Consul server monitoring dashboard
This page provides reference information about the Grafana dashboard configuration included in the hashicorp/consul
GitHub repository.
Grafana queries overview
This dashboard provides the following information about service mesh operations.
Raft commit time
Description: This metric measures the time it takes to commit Raft log entries. Stable values are expected for a healthy cluster. High values can indicate issues with resources such as memory, CPU, or disk space.
Raft commits per 5 minutes
Description: This metric tracks the rate of Raft log commits emitted by the leader, showing how quickly changes are being applied across the cluster.
Last contacted leader
Description: Measures the duration since the last contact with the Raft leader. Spikes in this metric can indicate network issues or an unavailable leader, which may affect cluster stability.
Election events
Description: Tracks Raft state transitions, which indicate leadership elections. Frequent transitions might suggest cluster instability and require investigation.
Autopilot health
Description: A boolean metric that shows a value of 1 when Autopilot is healthy and 0 when issues are detected. Ensures that the cluster has sufficient resources and an operational leader.
DNS queries per 5 minutes
Description: This metric tracks the rate of DNS queries per node, bucketed into 5 minute intervals. It helps monitor the query load on Consul’s DNS service.
DNS domain query time
Description: Measures the time spent handling DNS domain queries. Spikes in this metric may indicate high contention in the catalog or too many concurrent queries.
DNS reverse query time
Description: Tracks the time spent processing reverse DNS queries. Spikes in query time may indicate performance bottlenecks or increased workload.
KV applies per 5 minutes
Description: This metric tracks the rate of key-value store applies over 5 minute intervals, indicating the operational load on Consul’s KV store.
KV apply time
Description: Measures the time taken to apply updates to the key-value store. Spikes in this metric might suggest resource contention or client overload.
Transaction apply time
Description: Tracks the time spent applying transaction operations in Consul, providing insights into potential bottlenecks in transaction operations.

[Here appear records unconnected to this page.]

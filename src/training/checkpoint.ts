import { CheckpointError, LeadlineError, ParameterError } from '../errors.js';
import { describe } from '../tensor/checks.js';
import {
  type CheckpointContents,
  type CheckpointTargets,
  decodeFor,
  encodeFor,
  type Resumed,
} from './checkpointBytes.js';
import { readWhole, writeWhole } from './files.js';
import type { TrainingCursor } from './trainOptions.js';

function requirePath(where: string, path: unknown): asserts path is string {
  if (typeof path !== 'string' || path === '') {
    throw new ParameterError(
      `${where}: path must be a file's path; got ${describe(path)}; pass for example 'run.safetensors'`,
    );
  }
}

/**
 * Writes all that a training run needs to go on after its process was killed: variables, the optimizer's
 * memory, streams, and where the run stands. A run resumed from it equals the uninterrupted one bit for bit.
 * Needs Node; in a browser use {@link encodeCheckpoint}, which says what the file holds.
 *
 * The bytes go to `<path>.unfinished`, are forced to the disk and renamed, so the path never holds half a
 * checkpoint. Values are those of the moment of the call, even if it is not awaited.
 *
 * Throws a `CheckpointError` if the file cannot be written or the optimizer has stepped other variables, an
 * `EnvironmentError` where there are no files.
 *
 * @example
 * ```ts
 * import * as tf from '@tensorflow/tfjs';
 * import { checkpoint, resume } from 'leadline';
 * const path = `${(await import('node:os')).tmpdir()}/leadline-example.safetensors`;
 * const weight = tf.variable(tf.tensor1d([1, 2]));
 * const optimizer = tf.train.adam(0.1);
 * await checkpoint(path, { variables: { weight }, optimizer, cursor: { step: 3 } });
 * weight.assign(tf.tensor1d([0, 0]));
 * const { cursor } = await resume<{ step: number }>(path, { variables: { weight }, optimizer });
 * console.log(weight.arraySync(), cursor?.step);
 * // [ 1, 2 ] 3
 * ```
 */
export async function checkpoint(path: string, contents: CheckpointContents): Promise<void> {
  const where = 'checkpoint';
  requirePath(where, path);
  const bytes = await encodeFor(where, contents);
  try {
    await writeWhole(where, path, bytes);
  } catch (cause) {
    if (cause instanceof LeadlineError) throw cause;
    throw new CheckpointError(
      `${where}: path must be writable; got ${path}: ${(cause as Error).message}; choose a folder that exists and has room`,
      { cause },
    );
  }
}

/**
 * Puts back what {@link checkpoint} wrote: values into variables and optimizer, streams and cursor as its
 * result. Make model and optimizer as the killed run did, then resume; nothing is changed unless all of it
 * fits. The optimizer's settings stay as you made it. Without `optimizer` only the variables are put back.
 * Needs Node; in a browser use {@link decodeCheckpoint}.
 *
 * Throws a `CheckpointError` if the file is missing, damaged, truncated or made for another model or
 * optimizer, and says what differs; an `EnvironmentError` where there are no files.
 *
 * @example
 * ```ts
 * import * as tf from '@tensorflow/tfjs';
 * import { checkpoint, resume, stream } from 'leadline';
 * const path = `${(await import('node:os')).tmpdir()}/leadline-example-streams.safetensors`;
 * const variables = { weight: tf.variable(tf.zeros([2])) };
 * const noise = stream(8);
 * await checkpoint(path, { variables, streams: { noise } });
 * const next = noise.integers(100, [1]).arraySync();
 * const { streams } = await resume(path, { variables });
 * console.log(`${streams.noise!.integers(100, [1]).arraySync()}` === `${next}`);
 * // true
 * ```
 */
export async function resume<Cursor = TrainingCursor>(
  path: string,
  targets: CheckpointTargets,
): Promise<Resumed<Cursor>> {
  const where = 'resume';
  requirePath(where, path);
  let bytes: Uint8Array;
  try {
    bytes = await readWhole(where, path);
  } catch (cause) {
    if (cause instanceof LeadlineError) throw cause;
    throw new CheckpointError(
      `${where}: path must be a readable checkpoint; got ${path}: ${(cause as Error).message}; start anew where there is none yet`,
      { cause },
    );
  }
  return decodeFor(where, bytes, targets);
}
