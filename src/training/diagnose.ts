import * as tf from '@tensorflow/tfjs';
import type { Stream } from '../random/stream.js';
import { listParts, type Parts, type Trainable } from './trainable.js';
import type { NamedVariable } from './variables.js';

/** The first value that is not finite, and its position. */
export interface Flaw {
  readonly index: number;
  readonly value: number;
}

/** The first value of a tensor that is not finite, if any. */
export async function findFlaw(tensor: tf.Tensor): Promise<Flaw | undefined> {
  const values = await tensor.data();
  for (let index = 0; index < values.length; index++) {
    const value = Number(values[index]);
    if (!Number.isFinite(value)) return { index, value };
  }
  return undefined;
}

/**
 * The labels of the parts whose own gradient is not finite, each with the variables it spoils. Every part is
 * finite itself, or there would be no need to ask. Evaluates the bound once more for each part, with the draws
 * of the refused step.
 */
export async function blameParts<Data>(
  bound: Trainable<Data>,
  data: Data,
  draws: () => Stream,
  variables: readonly NamedVariable[],
  parts: Parts<unknown>,
): Promise<string[]> {
  const blamed: string[] = [];
  for (const [i, { label }] of listParts(parts).entries()) {
    let grads: tf.NamedTensorMap;
    try {
      const result = tf.variableGrads(
        () => listParts(bound.estimate(data, draws()).parts)[i]!.term.sum().asScalar(),
        variables.map(({ variable }) => variable),
      );
      result.value.dispose();
      grads = result.grads;
    } catch {
      // A part may depend on none of the variables, which tfjs reports as an error.
      continue;
    }
    const spoiled: string[] = [];
    for (const { name, variable } of variables) {
      const gradient = grads[variable.name];
      if (gradient && (await findFlaw(gradient))) spoiled.push(name);
    }
    tf.dispose(grads);
    if (spoiled.length > 0) blamed.push(`${label} (through ${spoiled.join(', ')})`);
  }
  return blamed;
}
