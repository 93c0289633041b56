import * as tf from '@tensorflow/tfjs';
import { requireCount } from '../tensor/checks.js';
import { findVariables, type VariableSource } from './variables.js';

/**
 * A copy of variables that can be taken anew and put back. Being a `VariableSource` itself, it can be written
 * into a checkpoint beside the variables it copies.
 *
 * @example
 * ```ts
 * import * as tf from '@tensorflow/tfjs';
 * import { type Snapshot, snapshot } from 'leadline';
 * const copy: Snapshot = snapshot({ weight: tf.variable(tf.scalar(1)) });
 * console.log(copy.step, copy.variables.length);
 * // 0 2
 * ```
 */
export class Snapshot {
  /** The step of the copy, then the copies: what a checkpoint keeps. */
  readonly variables: readonly tf.Variable[];
  readonly #sources: readonly tf.Variable[];

  constructor(source: VariableSource) {
    this.#sources = findVariables('snapshot', source).map(({ variable }) => variable);
    const copies = tf.tidy(() => this.#sources.map((variable) => tf.variable(tf.clone(variable), false)));
    this.variables = [tf.tidy(() => tf.variable(tf.scalar(0, 'int32'), false)), ...copies];
  }

  /** The training step after which the copy was taken; 0 for the one made at the beginning. */
  get step(): number {
    return this.variables[0]!.dataSync()[0]!;
  }

  /** Copies the variables' present values. Nothing is moved: copy and variable share the data until either changes. */
  take(step: number): void {
    requireCount('Snapshot.take', 'step', step);
    tf.tidy(() => {
      this.variables[0]!.assign(tf.scalar(step, 'int32'));
      for (const [i, source] of this.#sources.entries()) this.variables[i + 1]!.assign(tf.clone(source));
    });
  }

  /** Puts the copied values back into the variables. */
  restore(): void {
    tf.tidy(() => {
      for (const [i, source] of this.#sources.entries()) source.assign(tf.clone(this.variables[i + 1]!));
    });
  }

  /** Disposes the copies; the variables stay. */
  dispose(): void {
    for (const variable of this.variables) variable.dispose();
  }
}

/**
 * Keeps a copy of variables, to go back to: the best weights that a training run has seen (hand it to
 * `train` as `heldOut.best`), or those before an experiment. Takes the values at once; `take(step)` renews
 * them, `restore()` puts them back, `dispose()` lets go of them.
 *
 * Throws a `TrainingError` for what holds no variables.
 *
 * @example
 * ```ts
 * import * as tf from '@tensorflow/tfjs';
 * import { snapshot } from 'leadline';
 * const weight = tf.variable(tf.scalar(1));
 * const best = snapshot({ weight });
 * weight.assign(tf.scalar(5));
 * best.restore();
 * console.log(weight.arraySync());
 * // 1
 * ```
 */
export function snapshot(variables: VariableSource): Snapshot {
  return new Snapshot(variables);
}
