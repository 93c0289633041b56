import * as tf from '@tensorflow/tfjs';
import {
  type Bound,
  directed,
  elbo,
  kl,
  type ModelData,
  multivariateNormal,
  normal,
  product,
  stream,
} from '../../../src/index.js';

const model = directed()
  .given('c')
  .latent('w', ({ c }) => product(normal({ mean: c, sd: 1 })))
  .latent('z', ({ w }) => product(normal({ mean: w, sd: 1 })))
  .observed('x', ({ z, c }) => product(normal({ mean: tf.add(z, c), sd: 1 })))
  .observed('y', ({ z }) => product(normal({ mean: z, sd: 1 })));
const recognizer = directed()
  .given('x')
  .given('c')
  .latent('z', ({ x }) => product(normal({ mean: x, sd: 1 })))
  .latent('w', ({ z, c }) => product(normal({ mean: tf.add(z, c), sd: 1 })));
const bound: Bound<ModelData<'c' | 'x' | 'y'>> = elbo(model, recognizer, {
  divergence: { w: 'sampled' },
  freeNats: { z: 0.5 },
});
const parts = bound.estimate(
  { c: tf.zeros([3, 1]), x: [[1], [2], [3]], y: [[1], [2], [3]] },
  stream(1),
).parts;
export const names: string[] = Object.keys(parts.logLikelihood);
export const drawn: tf.Tensor = model.simulate(stream(1), 3, { c: [[0], [0], [0]] }).w;

const q = product(normal({ mean: [0, 0], sd: 1 }));
kl(
  q,
  multivariateNormal({
    mean: [0, 0],
    covarianceFactor: [
      [1, 0],
      [0, 1],
    ],
  }),
);
export const route: 'pathwise' = q.route;
export const moments: tf.Tensor[] = [q.mean(), q.variance(), q.entropy()];
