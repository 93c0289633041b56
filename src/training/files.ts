import { EnvironmentError } from '../errors.js';

/** The part of Node's file access that is used here. */
interface FileHandle {
  writeFile(data: Uint8Array): Promise<void>;
  sync(): Promise<void>;
  close(): Promise<void>;
}
interface FileSystem {
  open(path: string, flags: string): Promise<FileHandle>;
  readFile(path: string): Promise<Uint8Array>;
  rename(from: string, to: string): Promise<void>;
  rm(path: string, options: { force: boolean }): Promise<void>;
}

async function fileSystem(where: string): Promise<FileSystem> {
  // Held in a variable, so that bundlers for browsers do not try to resolve it.
  const name = 'node:fs/promises';
  try {
    return (await import(/* @vite-ignore */ /* webpackIgnore: true */ name)) as FileSystem;
  } catch (cause) {
    throw new EnvironmentError(
      `${where}: the platform must have files; got none; use encodeCheckpoint and decodeCheckpoint, and store the bytes yourself`,
      { cause },
    );
  }
}

/** The write under way for each path: two at once would write into the same unfinished file. */
const underWay = new Map<string, Promise<void>>();

/**
 * Writes a file so that at any moment, whatever kills the process, the path holds either the old content or
 * the new one, whole: into a file beside it, forced to the disk, then renamed over it.
 */
export async function writeWhole(where: string, path: string, bytes: Uint8Array): Promise<void> {
  const before = underWay.get(path) ?? Promise.resolve();
  const write = before.catch(() => {}).then(() => writeNow(where, path, bytes));
  underWay.set(path, write);
  try {
    await write;
  } finally {
    if (underWay.get(path) === write) underWay.delete(path);
  }
}

async function writeNow(where: string, path: string, bytes: Uint8Array): Promise<void> {
  const files = await fileSystem(where);
  const unfinished = `${path}.unfinished`;
  try {
    const handle = await files.open(unfinished, 'w');
    try {
      await handle.writeFile(bytes);
      await handle.sync();
    } finally {
      await handle.close();
    }
    await files.rename(unfinished, path);
  } catch (error) {
    await files.rm(unfinished, { force: true });
    throw error;
  }
  await syncFolder(files, path);
}

/** Forces the renaming itself to the disk, on systems that let a folder be opened for it. */
async function syncFolder(files: FileSystem, path: string): Promise<void> {
  const cut = Math.max(path.lastIndexOf('/'), path.lastIndexOf('\\'));
  try {
    const handle = await files.open(cut < 0 ? '.' : path.slice(0, cut + 1), 'r');
    try {
      await handle.sync();
    } finally {
      await handle.close();
    }
  } catch {
    // Windows does not open folders; there the renaming reaches the disk in its own time.
  }
}

/** Reads a whole file. */
export async function readWhole(where: string, path: string): Promise<Uint8Array> {
  return (await fileSystem(where)).readFile(path);
}
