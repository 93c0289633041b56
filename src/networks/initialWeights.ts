import { sizeOf } from '../kernels/layout.js';
import { noise } from '../random/noise.js';
import type { Stream } from '../random/stream.js';

/**
 * Starting weights of a layer: uniform on ±√(6 / (inputs + outputs)), which keeps the size of activations
 * and gradients alike through the layers.
 *
 * The last two axes are inputs and outputs; axes before them are a convolution's window.
 * Source: Glorot and Bengio, AISTATS 2010, equation 16.
 */
export function glorotUniform(stream: Stream, shape: readonly number[]): Float32Array {
  const inputs = shape[shape.length - 2] ?? 1;
  const outputs = shape[shape.length - 1] ?? 1;
  const window = sizeOf(shape.slice(0, -2));
  const limit = Math.sqrt(6 / (window * (inputs + outputs)));
  return noise(stream, 'uniform', sizeOf(shape)).map((u) => (2 * u - 1) * limit);
}
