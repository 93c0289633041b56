import * as tf from '@tensorflow/tfjs';
import { ParameterError, ShapeError } from '../errors.js';
import { requireStream, type Stream } from '../random/stream.js';
import { describe, requireCount, requireKnownKeys, requireTensor, shapeText } from '../tensor/checks.js';
import { glorotUniform } from './initialWeights.js';

/** Nonlinearities between the layers of a {@link multilayerPerceptron}. */
export type Activation = 'tanh' | 'relu' | 'sigmoid' | 'linear';

const activations: Record<Activation, (x: tf.Tensor2D) => tf.Tensor2D> = {
  tanh: (x) => tf.tanh(x),
  relu: (x) => tf.relu(x),
  sigmoid: (x) => tf.sigmoid(x),
  linear: (x) => x,
};

/** Options of {@link multilayerPerceptron}. */
export interface PerceptronOptions {
  /** Sizes of the layers from the input to the output, at least two. */
  readonly sizes: readonly number[];
  /** The nonlinearity after every layer but the last; `'tanh'` unless given. */
  readonly activation?: Activation;
  /** The nonlinearity after the last layer; `'linear'` unless given. */
  readonly outputActivation?: Activation;
}

/** A function from features to features with variables to train. */
export interface Network {
  (x: tf.Tensor): tf.Tensor2D;
  /** The variables, weights and biases in the order of the layers. */
  readonly variables: tf.Variable[];
  /** Frees the variables. */
  dispose(): void;
}

/**
 * A small fully connected network whose starting weights come from a stream, so that a run can be repeated.
 * For encoders and decoders of vectors; any other function of tensors, `tf.layers` models included, works as
 * well.
 *
 * Formula: each layer is activation(x W + b), W from Glorot and Bengio's uniform law, b zero.
 * Shapes: `[rows, sizes[0]]` to `[rows, sizes.at(-1)]`; leading axes beyond the rows are refused.
 * Gradient route: tfjs's own.
 *
 * @param stream - the source of the starting weights; it is advanced
 * @param options - `sizes`, `activation`, `outputActivation`
 * @throws ParameterError for wrong options; ShapeError, when called, for features of the wrong size.
 * @example
 * ```ts
 * import * as tf from '@tensorflow/tfjs';
 * import { multilayerPerceptron, stream } from 'leadline';
 * const encoder = multilayerPerceptron(stream(1), { sizes: [64, 32, 4] });
 * console.log(encoder(tf.zeros([10, 64])).shape, encoder.variables.length);
 * // [ 10, 4 ] 4
 * ```
 * Source: Glorot and Bengio, AISTATS 2010, equation 16, for the starting weights.
 */
export function multilayerPerceptron(stream: Stream, options: PerceptronOptions): Network {
  const where = 'multilayerPerceptron';
  requireStream(where, stream);
  requireKnownKeys(where, options, ['sizes', 'activation', 'outputActivation']);
  const { sizes, activation = 'tanh', outputActivation = 'linear' } = options;
  if (!Array.isArray(sizes) || sizes.length < 2) {
    throw new ParameterError(
      `${where}: sizes must be at least two layer sizes; got ${describe(sizes)}; pass for example sizes: [64, 128, 8]`,
    );
  }
  for (const size of sizes) requireCount(where, 'each of sizes', size, 1);
  for (const name of [activation, outputActivation]) {
    if (!Object.hasOwn(activations, name)) {
      throw new ParameterError(
        `${where}: activation must be one of ${Object.keys(activations).join(', ')}; got ${describe(name)}; pass one of these`,
      );
    }
  }
  const layers = sizes.slice(1).map((outputs: number, k: number) => {
    const inputs = sizes[k]!;
    const weights = tf.tidy(() =>
      tf.variable(tf.tensor2d(glorotUniform(stream, [inputs, outputs]), [inputs, outputs])),
    );
    const bias = tf.tidy(() => tf.variable(tf.zeros([outputs])));
    return { weights, bias, activate: activations[k === sizes.length - 2 ? outputActivation : activation] };
  });
  const variables = layers.flatMap(({ weights, bias }) => [weights, bias] as tf.Variable[]);
  const apply = (x: tf.Tensor): tf.Tensor2D => {
    requireTensor(where, 'x', x);
    if (x.shape.length !== 2 || x.shape[1] !== sizes[0]) {
      throw new ShapeError(
        `${where}: x must be [rows, ${sizes[0]}]; got ${shapeText(x.shape)}; flatten each row's features, or set sizes[0]`,
      );
    }
    return tf.tidy(() =>
      layers.reduce(
        (features, { weights, bias, activate }) =>
          activate(tf.add(tf.matMul(features, weights as tf.Tensor2D), bias) as tf.Tensor2D),
        x as tf.Tensor2D,
      ),
    );
  };
  return Object.freeze(
    Object.assign(apply, {
      variables,
      dispose: () => {
        for (const variable of variables) variable.dispose();
      },
    }),
  );
}
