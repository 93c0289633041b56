import * as tf from '@tensorflow/tfjs';
import type { ParameterValue } from '../checks.js';
import {
  composedErf,
  composedErfcx,
  composedLogNormalCdf,
  composedNormalCdf,
  composedNormalQuantile,
} from '../composedNormal.js';
import { broadcasting, elementwise } from './operation.js';

const erfOperation = elementwise('erf', (x) => composedErf(x!));

/**
 * The error function.
 *
 * Formula: (2 / √π) ∫₀ˣ exp(−t²) dt, in double precision, rounded once. Shapes: elementwise. Gradient route: (2 / √π) exp(−x²), once.
 *
 * @param x - any shape
 * @throws ParameterError when given something other than a tensor.
 * @example
 * ```ts
 * import * as tf from '@tensorflow/tfjs';
 * import { erf } from 'leadline';
 * console.log(erf(tf.scalar(0.5)).dataSync()[0]!.toPrecision(6));
 * // 0.520500
 * ```
 * Source: DLMF section 7.2.
 */
export function erf(x: tf.Tensor): tf.Tensor {
  return erfOperation(x);
}

const erfcOperation = elementwise('erfc', (x) => tf.mul(2, composedNormalCdf(tf.mul(x!, -Math.SQRT2))));

/**
 * The complementary error function, accurate far in the upper tail.
 *
 * Formula: 1 − erf(x), in double precision, rounded once. Shapes: elementwise. Gradient route: −(2 / √π) exp(−x²), once.
 *
 * @param x - any shape
 * @throws ParameterError when given something other than a tensor.
 * @example
 * ```ts
 * import * as tf from '@tensorflow/tfjs';
 * import { erfc } from 'leadline';
 * console.log(erfc(tf.scalar(2)).dataSync()[0]!.toPrecision(6));
 * // 0.00467773
 * ```
 * Source: DLMF section 7.2.
 */
export function erfc(x: tf.Tensor): tf.Tensor {
  return erfcOperation(x);
}

const erfcxOperation = elementwise('erfcx', (x) => composedErfcx(x!));

/**
 * The scaled complementary error function, which does not underflow.
 *
 * Formula: exp(x²) erfc(x), in double precision, rounded once. Shapes: elementwise. Gradient route: 2 x erfcx(x) − 2 / √π, once.
 *
 * @param x - any shape
 * @throws ParameterError when given something other than a tensor.
 * @example
 * ```ts
 * import * as tf from '@tensorflow/tfjs';
 * import { erfcx } from 'leadline';
 * console.log(erfcx(tf.scalar(10)).dataSync()[0]!.toPrecision(6));
 * // 0.0561410
 * ```
 * Source: Cody, Math. Comp. 23 (1969) 631–637.
 */
export function erfcx(x: tf.Tensor): tf.Tensor {
  return erfcxOperation(x);
}

const normalCdfOperation = elementwise('normalCdf', (x) => composedNormalCdf(x!));

/**
 * The standard normal distribution function.
 *
 * Formula: Φ(x), in double precision, rounded once. Shapes: elementwise. Gradient route: the standard normal density, once.
 *
 * @param x - any shape
 * @throws ParameterError when given something other than a tensor.
 * @example
 * ```ts
 * import * as tf from '@tensorflow/tfjs';
 * import { normalCdf } from 'leadline';
 * console.log(normalCdf(tf.scalar(1)).dataSync()[0]!.toPrecision(6));
 * // 0.841345
 * ```
 * Source: DLMF section 7.1, Φ(x) = erfc(−x / √2) / 2.
 */
export function normalCdf(x: tf.Tensor): tf.Tensor {
  return normalCdfOperation(x);
}

const logNormalCdfOperation = elementwise('logNormalCdf', (x) => composedLogNormalCdf(x!));

/**
 * The logarithm of the standard normal distribution function, accurate far in the lower tail.
 *
 * Formula: log Φ(x), in double precision, rounded once. Shapes: elementwise. Gradient route: φ(x) / Φ(x), once.
 *
 * @param x - any shape
 * @throws ParameterError when given something other than a tensor.
 * @example
 * ```ts
 * import * as tf from '@tensorflow/tfjs';
 * import { logNormalCdf } from 'leadline';
 * console.log(logNormalCdf(tf.scalar(-10)).dataSync()[0]!.toPrecision(6));
 * // -53.2313
 * ```
 * Source: Cody, Math. Comp. 23 (1969) 631–637.
 */
export function logNormalCdf(x: tf.Tensor): tf.Tensor {
  return logNormalCdfOperation(x);
}

const logNormalCdfDerivativeOperation = elementwise('logNormalCdfDerivative');

/**
 * The standard normal density over its distribution function, without the underflow of either.
 *
 * Formula: φ(x) / Φ(x), in double precision, rounded once. Shapes: elementwise. Gradient route: −h(x) (x + h(x)), h the value, once.
 *
 * @param x - any shape
 * @throws ParameterError when given something other than a tensor.
 * @example
 * ```ts
 * import * as tf from '@tensorflow/tfjs';
 * import { logNormalCdfDerivative } from 'leadline';
 * console.log(logNormalCdfDerivative(tf.scalar(-100)).dataSync()[0]!.toPrecision(6));
 * // 100.010
 * ```
 * Source: DLMF 7.8.2.
 */
export function logNormalCdfDerivative(x: tf.Tensor): tf.Tensor {
  return logNormalCdfDerivativeOperation(x);
}

const normalQuantileOperation = elementwise('normalQuantile', (x) => composedNormalQuantile(x!));

/**
 * The standard normal quantile function.
 *
 * Formula: Φ⁻¹(x) for x in (0, 1), in double precision, rounded once. Shapes: elementwise. Gradient route: 1 / φ(Φ⁻¹(x)), once.
 *
 * @param x - any shape
 * @throws ParameterError when given something other than a tensor.
 * @example
 * ```ts
 * import * as tf from '@tensorflow/tfjs';
 * import { normalQuantile } from 'leadline';
 * console.log(normalQuantile(tf.scalar(0.975)).dataSync()[0]!.toPrecision(6));
 * // 1.95996
 * ```
 * Source: Wichura, Applied Statistics 37 (1988) 477–484, algorithm AS 241.
 */
export function normalQuantile(x: tf.Tensor): tf.Tensor {
  return normalQuantileOperation(x);
}

const normalQuantileFromLogOperation = elementwise('normalQuantileFromLog');

/**
 * The standard normal quantile of a probability known by its logarithm, for tails that underflow.
 *
 * Formula: Φ⁻¹(exp(x)) for x < 0, in double precision, rounded once. Shapes: elementwise. Gradient route: exp(x) / φ(Φ⁻¹(exp(x))), once.
 *
 * @param x - any shape
 * @throws ParameterError when given something other than a tensor.
 * @example
 * ```ts
 * import * as tf from '@tensorflow/tfjs';
 * import { normalQuantileFromLog } from 'leadline';
 * console.log(normalQuantileFromLog(tf.scalar(-1000)).dataSync()[0]!.toPrecision(6));
 * // -44.6157
 * ```
 * Source: Wichura, Applied Statistics 37 (1988) 477–484, with an asymptotic start beyond its range.
 */
export function normalQuantileFromLog(x: tf.Tensor): tf.Tensor {
  return normalQuantileFromLogOperation(x);
}

const owenTOperation = broadcasting('owenT');

/**
 * Owen's function, the share of a normal pair in a wedge; the distribution function of the skew normal law.
 *
 * Formula: (1 / 2π) ∫₀^a exp(−h² (1 + t²) / 2) / (1 + t²) dt, in double precision, rounded once.
 * Shapes: the arguments broadcast from the right. Gradient route: the partial derivative in each argument, once.
 *
 * @param h - any number
 * @param a - any number
 * @throws ParameterError when an argument is neither a tensor nor numbers.
 * @throws ShapeError when the shapes do not broadcast.
 * @example
 * ```ts
 * import * as tf from '@tensorflow/tfjs';
 * import { owenT } from 'leadline';
 * console.log(owenT(tf.scalar(1), 2).dataSync()[0]!.toPrecision(6));
 * // 0.0784682
 * ```
 * Source: Owen, Annals of Mathematical Statistics 27 (1956) 1075–1090.
 */
export function owenT(h: ParameterValue, a: ParameterValue): tf.Tensor {
  return owenTOperation(h, a);
}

ACL resolves per 5 minutes
Description: This metric tracks the rate of ACL token resolutions over 5 minute intervals. It provides insights into the activity related to ACL tokens within the cluster.
ACL resolve token time
Description: Measures the time taken to resolve ACL tokens into their associated policies.
ACL updates per 5 minutes
Description: Tracks the rate of ACL updates over 5 minute intervals. This metric helps monitor changes in ACL configurations over time.
ACL apply time
Description: Measures the time spent applying ACL changes. Spikes in apply time might suggest resource constraints or high operational load.
Catalog operations per 5 minutes
Description: Tracks the rate of register and deregister operations in the Consul catalog, providing insights into the churn of services within the cluster.
Catalog operation time
Description: Measures the time taken to complete catalog register or deregister operations. Spikes in this metric may indicate performance issues within the catalog.